IV. "Harry Eversfield, thirty years old, an actor who played the part of Algernon St. Albans in "The Artist's Model." at the Broadway Theatre, died last night in the Warwick Hotel, Fortieth Street and Broadway, from morphine poisoning. Eversfield did not appear at the theatre last night, and after waiting for him for some time, the stage manager, Herbert Cathcart, sent a call boy to his room at the hotel to tell him he was overdue at the theatre. The boy knocked on the door several times, but received no response. He then opened the door and entered. He found Eversfield on his bed partially dressed. He spoke to Eversfield, but received no answer. The call boy noticed that the actor was breathing heavily, and shook him violently until he was aroused.

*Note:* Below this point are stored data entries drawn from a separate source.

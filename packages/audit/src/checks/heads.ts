import { base64, sameBytes } from "@weighhouse/ledger/bytes";
import type { Hasher } from "@weighhouse/ledger/hasher";
import { LedgerError } from "@weighhouse/ledger/ledger-error";
import type { VerifySignature } from "@weighhouse/ledger/signed-note";
import { appendLeaf, emptyEdge, rootOf } from "@weighhouse/ledger/tree";
import type { Edge } from "@weighhouse/ledger/tree";
import { parseTreeHead, verifyTreeHead } from "@weighhouse/ledger/tree-head";
import type { TreeHead } from "@weighhouse/ledger/tree-head";
import { decodeVerifierKey, fingerprint } from "@weighhouse/ledger/verifier-key";
import type { VerifierKey } from "@weighhouse/ledger/verifier-key";
import { readText } from "./archive-text";
import type { Files } from "./container";
import { counted, failed, judged } from "./line";
import type { Checked, CheckLine } from "./line";
import { isKeyPath, keyPath, LEDGER, sizeOfHeadPath } from "../layout";

export type ArchiveHead = { path: string; note: string; head: TreeHead };

/** Keys of the archive; those whose file is no key, or another's, are named in `faults`. */
export function readKeys(files: Files): { keys: VerifierKey[]; faults: string[] } {
  const keys: VerifierKey[] = [];
  const faults: string[] = [];
  for (const path of [...files.keys()].filter(isKeyPath)) {
    try {
      const read = readText(files, path);
      if (!read.ok) throw new LedgerError("not-a-key", read.fault);
      const key = decodeVerifierKey(read.text);
      keys.push(key);
      if (keyPath(fingerprint(key.publicKey)) !== path) faults.push(`${path} holds another key`);
    } catch (error) {
      if (!(error instanceof LedgerError)) throw error;
      faults.push(`${path}: ${error.message}`);
    }
  }
  return { keys, faults };
}

/** The tree heads of the archive by size; those that can't be read are named in `faults`. */
export function readHeads(files: Files): { heads: ArchiveHead[]; faults: string[] } {
  const heads: ArchiveHead[] = [];
  const faults: string[] = [];
  const paths = [...files.keys()].filter((path) => sizeOfHeadPath(path) !== null).sort();
  for (const path of paths) {
    const read = readText(files, path);
    if (!read.ok) {
      faults.push(read.fault);
      continue;
    }
    try {
      const head = parseTreeHead(read.text);
      heads.push({ path, note: read.text, head });
      if (head.size !== sizeOfHeadPath(path)) faults.push(`${path} is of size ${head.size}`);
    } catch (error) {
      if (!(error instanceof LedgerError)) throw error;
      faults.push(`${path}: ${error.message}`);
    }
  }
  return { heads, faults };
}

/** The roots of the beginnings of a ledger. */
export type Roots = {
  /** Number of entries. */
  size: number;
  /** Root of the entries [0, size), or null for more than there are. */
  of: (size: number) => Uint8Array | null;
};

/** One pass over the leaves; a root is folded from its tree's right edge when it is asked for. */
export function rootsOf(leaves: readonly Uint8Array[], hasher: Hasher): Roots {
  const edges = [emptyEdge()];
  for (const leaf of leaves) edges.push(appendLeaf(hasher, edges.at(-1) as Edge, leaf).edge);
  return {
    size: leaves.length,
    of: (size) => {
      const edge = edges[size];
      return edge === undefined ? null : rootOf(hasher, edge);
    },
  };
}

/** The last head covers all entries, and its root is theirs. */
export function checkRoot(heads: readonly ArchiveHead[], roots: Roots): CheckLine {
  const check = "root against the signed tree head";
  const last = heads.at(-1);
  const { size } = roots;
  const root = roots.of(size) as Uint8Array;
  if (last === undefined) return failed(check, "heads/: no tree head");
  const faults: string[] = [];
  if (last.head.size !== size) {
    faults.push(`${last.path}: found a head of ${last.head.size} entries, the ledger has ${size}`);
  } else if (!sameBytes(last.head.root, root)) {
    faults.push(
      `${last.path}: found root ${base64(last.head.root)}, the entries have ${base64(root)}`,
    );
  }
  return judged(
    check,
    faults,
    `${base64(root)} of ${counted(size, "entry", "entries")}, as in ${last.path}`,
  );
}

/** Each head is signed by one of the archive's keys. Gives the signers of the last one. */
export function checkHeadSignatures(
  read: ReturnType<typeof readHeads>,
  keys: ReturnType<typeof readKeys>,
  verifySignature: VerifySignature,
): Checked<VerifierKey[]> {
  const faults = [...read.faults, ...keys.faults];
  if (read.heads.length === 0) faults.push("heads/: no tree head");
  const signers = new Set<string>();
  let last: VerifierKey[] | null = null;
  for (const { path, note } of read.heads) {
    const outcome = verifyTreeHead(note, keys.keys, verifySignature);
    last = outcome.ok ? outcome.signedBy : null;
    if (outcome.ok) {
      for (const { publicKey } of outcome.signedBy) signers.add(fingerprint(publicKey));
    } else {
      faults.push(`${path}: ${outcome.reason}, ${outcome.detail}`);
    }
  }
  const detail = `${counted(read.heads.length, "tree head")}, by ${[...signers].join(", ")}`;
  return { line: judged("signatures of the tree heads", faults, detail), value: last };
}

/**
 * Each head is the root of a beginning of this ledger, which is what a consistency proof between
 * any two of them would show; all name this ledger.
 */
export function checkConsistency(
  heads: readonly ArchiveHead[],
  roots: Roots,
  ledger: string,
): CheckLine {
  const check = "consistency of the tree heads";
  if (heads.length === 0) return failed(check, "heads/: no tree head");
  const faults = heads.flatMap(({ path, head }) => {
    if (head.origin !== ledger) return [`${path}: found ledger ${head.origin}, allowed ${ledger}`];
    if (roots.of(head.size) !== null) return [];
    return [`${path}: found a head of more entries than the ledger has`];
  });
  const within = heads.filter(({ head }) => roots.of(head.size) !== null);
  faults.push(...rootFaults(within, roots));
  const detail = `${counted(heads.length, "tree head")}, each of a beginning of this ledger`;
  return judged(check, faults, detail);
}

/**
 * Where a head and all later ones differ, the entries were changed, between the last head that
 * agrees and the first that doesn't. A head that differs before one that agrees is wrong itself.
 */
function rootFaults(heads: readonly ArchiveHead[], roots: Roots): string[] {
  const agrees = heads.map(({ head }) => sameBytes(head.root, roots.of(head.size) as Uint8Array));
  const lastGood = agrees.lastIndexOf(true);
  const faults = heads
    .filter((_, index) => index < lastGood && agrees[index] === false)
    .map(({ path, head }) => `${path}: ${rootsApart(head, roots)}`);
  const firstBad = heads[lastGood + 1];
  if (firstBad === undefined) return faults;
  const from = heads[lastGood]?.head.size ?? 0;
  const to = firstBad.head.size;
  const lines = to - from === 1 ? `line ${to}` : `lines ${from + 1} to ${to}`;
  const later = heads.length - lastGood - 2;
  return [
    ...faults,
    `${LEDGER}, ${lines}: not what ${firstBad.path} and ${counted(later, "later head")} signed (${rootsApart(firstBad.head, roots)})`,
  ];
}

function rootsApart(head: TreeHead, roots: Roots): string {
  const root = base64(roots.of(head.size) as Uint8Array);
  return `found root ${base64(head.root)}, the first ${head.size} entries have ${root}`;
}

Eversfield got out of bed and told the boy that he would be at the theatre in a few seconds. The boy returned to the theatre and told the stage manager of the actor's condition. Mr. Cathcart at once summoned Dr. Fred Goodwin of 220 West Forty-second Street, who went to the hotel and found the actor lying unconscious on the bed. He discovered that the actor's condition was extremely critical, the pulse being scarcely perceptible, and the heart beats faint. Despite the Doctor's efforts to revive him, the actor died one hour later. Eversfield had been suffering from insomnia for several weeks, and a Dr. Kolb had prescribed morphine. A large bottle of the drug was found beside the actor. It was almost filled. This fact led the police to believe that the actor had accidentally taken an overdose of the drug. Eversfield had been on the stage since he was twelve years old. He appeared in this country in the original Gaiety company, with Fred Leslie and Letty Lind. He was married about twenty years ago to Miss Amy Boucicault, daughter of Dion Boucicault. His wife and two children live in England. Mrs. Eversfield was notified by cable of her husband's death." – New York Times, 7 Feb 1896

Uncle: Dion Boucicault Jr. (born Darley George Boucicault; 1859–1929)

Leslie Eversfield' uncle, Dion Boucicault, was named as next of kin to Leslie after the death of Agnes Boucicault.

DISTINGUISHED THEATRICAL FAMILIES - Mr. Dion Boucicault, who, with his brilliant wife. Miss Irene Vanbrugh, is now appearing in Somerset Maugham's comedy, 'Caroline,' at the' King's Theatre, Melbourne, is the most distinguished of a family of four, all the members of which were on the stage. His brother, Aubrey died in 1913, and his sister, Nina, well remembered in Australia towards the close of last century, married E.H. Kelly, an actor, and was herself celebrated for her performance as Kilty Verdun in the first production of 'Charley's Aunt.' Miss Eva Boucicault, the remaining member of the family married John Clayton Calthrop, who died in 1888. Her two sons, Donald and Dion Clayton Calthrop, are famous in the theatrical world—Donald as an actor, and Dion as an artist and dramatist. Dion Calthrop collaborated with Harry Graham in the production of 'A Southern Maid.' - Chronicle (Adelaide, SA) Sat 5 Nov 1927 (dated info used?)

In all the mentions of the Boucicault lineage found in newspapers and other published sources, none mention leslie Eversfield except in passing mention of two children left with Eva by Harry Everfield's death. We may never know how Leslie came to be working as a horticultualist in south-western Ontario by 1914 and serving in the 1st Canadian Infantry Battalion. Unlike so many of his family who established themselves on stage and in the history of English-speaking theatre, Leslie Eversfield's lasting legacy will ever be his name engraved on the Menin Gate at Ypres, Belgium.